The bank’s cost-to-income ratio for the quarter stood at 41%.
The bank’s Common Equity Tier-1 (CET-1) ratio rose 0.4 percentage points q-o-q and y-o-y to 14.3%, remaining above the group’s target operating range and above the regulatory ratio of 9%.
DBS’s leverage ratio of 6.7% remains more than twice the regulatory minimum of 3%.
“This has been an extraordinary quarter for our business as we fired on all cylinders. Loan and deposit growth were robust, fees were strong and treasury had a record performance,” says DBS CEO Piyush Gupta.
“At the same time, we remained disciplined on costs while asset quality was resilient. The global economic rebound is strengthening and we are bullish about prospects for the coming year. Our franchise has been enhanced by new growth platforms, including stakes in Shenzhen Rural Commercial Bank and in Partior for blockchain cross-border clearing and settlement. We are in a position of strength to support customers and deliver shareholder returns as the economic recovery takes hold,” he adds.

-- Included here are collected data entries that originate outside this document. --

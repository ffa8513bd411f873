"""Walks the path in a process of its own and kills itself at a commit. A script; run by test_killed.py.

Each line on standard input is a walk in JSON: the database, the addresses of source and receiver, the
instants to walk through, and at which commit to die, before or after it (0: never). Each walk is a forked
child, so that the packages are loaded only once. The answer is a line of JSON: the child's exit status, or
minus the signal, and the files in which the commits that it came to were asked for.
"""

import datetime
import json
import os
import random
import signal
import sys
import threading
import time
import traceback
from collections.abc import Callable
from pathlib import Path
from typing import Any
from zoneinfo import ZoneInfo

from detectors.judge import Rule
from detectors.model import Model
from service.deliver.loop import deliver_due
from service.outlets.signing import Signer
from service.outlets.webhook import Webhook
from service.round.calendar import Axis, Interval
from service.round.plans import CalendarShape, RoundPlan, StreamPlan
from service.sources.plans import FieldPlan, JsonPlan, WebPlace
from service.tell.tell import Taker
from service.work import Bench, pass_for
from storage.engine import Store, open_store
from storage.rounds import break_off_unfinished

UTC = ZoneInfo("UTC")
WEEKS = CalendarShape(Axis(Interval("week"), UTC), "missing")
RULE = Rule(threshold=0.9, window=40, lasting=4, fewest_counts=12)
MODEL = Model(dispersions=(4.0, 8.0, 16.0, 32.0, 64.0), wanders=((0.01, 1.0),))


class WalkClock:
    """Stands at the instant of the walk."""

    instant = datetime.datetime(2000, 1, 1, tzinfo=UTC)

    def now(self) -> datetime.datetime:
        return self.instant

    def monotonic(self) -> float:
        return time.monotonic()

    def real_seconds(self, duration: datetime.timedelta) -> float:
        return duration.total_seconds()


def main() -> None:
    for line in sys.stdin:
        told, telling = os.pipe()
        child = os.fork()
        if child == 0:
            walk(json.loads(line), telling)
            os._exit(0)
        os.close(telling)
        with os.fdopen(told) as pipe:
            stages = pipe.read().split()
        _, status = os.waitpid(child, 0)
        print(json.dumps({"status": os.waitstatus_to_exitcode(status), "stages": stages}), flush=True)


def walk(given: dict[str, Any], telling: int) -> None:
    clock = WalkClock()
    with open_store(given["database"], wait_seconds=5.0) as store:
        die_at(store, given["commit"], given["side"], telling)
        clock.instant = datetime.datetime.fromisoformat(given["instants"][0])
        with store.writing() as conn:
            break_off_unfinished(conn, now=clock.now())
        bench = Bench(store, clock, (Taker("desk"),), threading.Event())
        desk = Webhook("desk", given["receiver"], Signer(given["secret"]), time.monotonic)
        for instant in given["instants"]:
            clock.instant = datetime.datetime.fromisoformat(instant)
            pass_for(bench, plan_at(given["source"], instant))
            deliver_due(store, [desk], clock, random.Random(1).random)


def plan_at(address: str, instant: str) -> RoundPlan:
    """The source hears the instant in a header, and serves the weeks that were over by then."""
    place = WebPlace(address, (("x-instant", instant),))
    source = JsonPlan("plays", place, "$.data[*]", FieldPlan("$.day", "$.plays", split="$.show"), UTC)
    return RoundPlan("plays", source, datetime.timedelta(weeks=1), stream_for)


def stream_for(split: str | None) -> StreamPlan | None:
    return StreamPlan(f"plays/{split}", "plays", split, str(split), "house", WEEKS, MODEL, RULE, "one")


def die_at(store: Store, commit: int, side: str, telling: int) -> None:
    """Puts a counter around every commit of the writer."""
    dialect = store.engine.dialect
    real: Callable[[Any], None] = dialect.do_commit
    done, lock = [0], threading.Lock()

    def counted(connection: Any) -> None:
        with lock:
            done[0] += 1
            mine = done[0] == commit
            os.write(telling, f"{_stage()} ".encode())
        if mine and side == "before":
            os.kill(os.getpid(), signal.SIGKILL)
        real(connection)
        if mine and side == "after":
            os.kill(os.getpid(), signal.SIGKILL)

    dialect.do_commit = counted  # type: ignore[method-assign]


def _stage() -> str:
    """The file of the service that asked for the commit under way."""
    frames = traceback.extract_stack()
    return next((Path(one.filename).stem for one in reversed(frames) if "service" in one.filename), "walker")


if __name__ == "__main__":
    main()
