"""Tell: put shifts into words and figures, and into the outbox."""
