"""Durations, sizes, intervals and zones as people write them."""

import datetime

import pytest
from hypothesis import given
from hypothesis import strategies as st

from config.calendar_words import is_zone, plain_interval
from config.durations import parse_duration, parse_size, write_duration
from service.round.calendar import UnusableInterval, parse_interval


@pytest.mark.parametrize(
    ("text", "parts"),
    [
        ("0s", {"seconds": 0}),
        ("90s", {"seconds": 90}),
        ("15m", {"minutes": 15}),
        ("1h", {"hours": 1}),
        ("7d", {"days": 7}),
        ("2w", {"weeks": 2}),
    ],
)
def test_durations(text: str, parts: dict[str, int]) -> None:
    assert parse_duration(text) == datetime.timedelta(**parts)


@pytest.mark.parametrize("text", ["", "1", "h", "1 h", "1H", "-1h", "1.5h", "1h30m", "٣h", "99999999s"])
def test_what_is_no_duration(text: str) -> None:
    assert parse_duration(text) is None


@given(st.integers(min_value=0, max_value=9_999_999))
def test_a_written_duration_reads_back(seconds: int) -> None:
    value = datetime.timedelta(seconds=seconds)
    assert parse_duration(write_duration(value)) == value


@pytest.mark.parametrize(
    ("text", "size"), [("1kB", 1_000), ("25MB", 25_000_000), ("1GB", 10**9), ("1kb", None)]
)
def test_sizes(text: str, size: int | None) -> None:
    assert parse_size(text) == size


@pytest.mark.parametrize(
    ("text", "plain"),
    [
        ("hour", "hour"),
        ("Day", "day"),
        (" week ", "week"),
        ("month", "month"),
        ("year", "year"),
        ("1 day", "day"),
        ("14  days", "14 days"),
        ("7 days", "7 days"),
        ("3660 days", "3660 days"),
    ],
)
def test_intervals_have_one_way_to_be_written(text: str, plain: str) -> None:
    assert plain_interval(text) == plain
    assert parse_interval(text) == parse_interval(plain)


@pytest.mark.parametrize(
    "text", ["", "days", "0 days", "3661 days", "1.5 days", "2 weeks", "-1 day", "hourly"]
)
def test_what_is_no_interval_here_is_none_where_intervals_are_counted(text: str) -> None:
    assert plain_interval(text) is None
    with pytest.raises(UnusableInterval):
        parse_interval(text)


def test_zones() -> None:
    assert is_zone("UTC")
    assert is_zone("Europe/Lisbon")
    assert not any(is_zone(name) for name in ("", "Europe", "Lisbon", "../UTC", "/etc/passwd", "UTC\0"))
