"""From the tables to stories: the untold shifts, slate by slate. Reads only."""

import datetime
from collections import defaultdict
from collections.abc import Mapping
from dataclasses import dataclass
from typing import Any, Literal

from sqlalchemy import Connection

from service.tell.story import At, Marker, ShiftStory
from service.tell.unit import unit_of
from storage.shifts import Shift, untold_shifts
from storage.streams import Stream, find_stream

MOST_AT_ONCE = 500


@dataclass(frozen=True, slots=True)
class Untold:
    """A shift that nobody has been told of, and its stream."""

    shift: Shift
    stream: Stream


def gather(conn: Connection) -> dict[str | None, tuple[Untold, ...]]:
    """Untold shifts by slate, the first announced first; at most `MOST_AT_ONCE` of them."""
    streams: dict[str, Stream | None] = {}
    by_slate: defaultdict[str | None, list[Untold]] = defaultdict(list)
    for shift in untold_shifts(conn, limit=MOST_AT_ONCE):
        if shift.stream_id not in streams:
            streams[shift.stream_id] = find_stream(conn, shift.stream_id)
        stream = streams[shift.stream_id]
        if stream is not None:
            by_slate[stream.slate].append(Untold(shift, stream))
    return {slate: tuple(untold) for slate, untold in by_slate.items()}


def story_of(untold: Untold) -> ShiftStory:
    """Everything that is known of a shift. What its figures lack is left out rather than guessed."""
    shift, stream = untold.shift, untold.stream
    figures = shift.figures
    start = Marker(shift.start_key, shift.start_at, _text(figures, "start_title"), shift.start_position)
    announced = Marker(
        shift.announced_key, shift.announced_at, _text(figures, "announced_title"), shift.announced_position
    )
    region = _region(shift)
    shape: Literal["calendar", "release"] = "release" if stream.shape == "release" else "calendar"
    return ShiftStory(
        shift_id=shift.id,
        stream_id=stream.id,
        title=stream.title,
        slate=stream.slate,
        shape=shape,
        unit="release" if shape == "release" else unit_of((start, announced, *region)),
        level_before=shift.level_before,
        level_after=shift.level_after,
        probability=shift.probability,
        start=start,
        region=region,
        announced=announced,
        announced_utc=shift.announced_utc,
        readable_utc=_instant(figures, "ready_utc"),
        counts_since=_whole(figures, "counts_since"),
        late=shift.late,
        settings=shift.fingerprint,
        reading_id=shift.reading_id,
    )


def _region(shift: Shift) -> tuple[Marker, ...]:
    listed = shift.figures.get("region")
    if not isinstance(listed, list) or len(listed) != len(shift.region):
        return ()
    markers = (_marker(one, position) for one, position in zip(listed, shift.region, strict=True))
    return tuple(marker for marker in markers if marker is not None)


def _marker(listed: object, position: int) -> Marker | None:
    if not isinstance(listed, Mapping):
        return None
    key, at = _text(listed, "key"), _at(_text(listed, "at"))
    if key is None or at is None:
        return None
    return Marker(key, at, _text(listed, "title"), position)


def _at(text: str | None) -> At | None:
    try:
        if text is None or len(text) == len("2026-03-02"):
            return None if text is None else datetime.date.fromisoformat(text)
        at = datetime.datetime.fromisoformat(text)
    except ValueError:
        return None
    return at if at.tzinfo is not None else None


def _instant(figures: Mapping[str, Any], name: str) -> datetime.datetime | None:
    at = _at(_text(figures, name))
    return at if isinstance(at, datetime.datetime) else None


def _text(figures: Mapping[str, Any], name: str) -> str | None:
    value = figures.get(name)
    return value if isinstance(value, str) else None


def _whole(figures: Mapping[str, Any], name: str) -> int | None:
    value = figures.get(name)
    return value if isinstance(value, int) and not isinstance(value, bool) else None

In his business outlook, Gupta adds in his CEO observations, that business momentum is expected to remain strong.
On this, he is upgrading full-year loan growth to mid-to-high single digit, as well as full-year fee income growth at double digits.
DBS’s full-year expenses are expected to be around 3-4% higher than FY2019 levels, with LVB to add two percentage points. Another 1-2% will come in the form of higher costs to “support growing business activities”.
Full-year total allowances are likely to be below $2 billion.
Shares in DBS closed 1 cent lower or 0.03% down at $29.39 on April 29.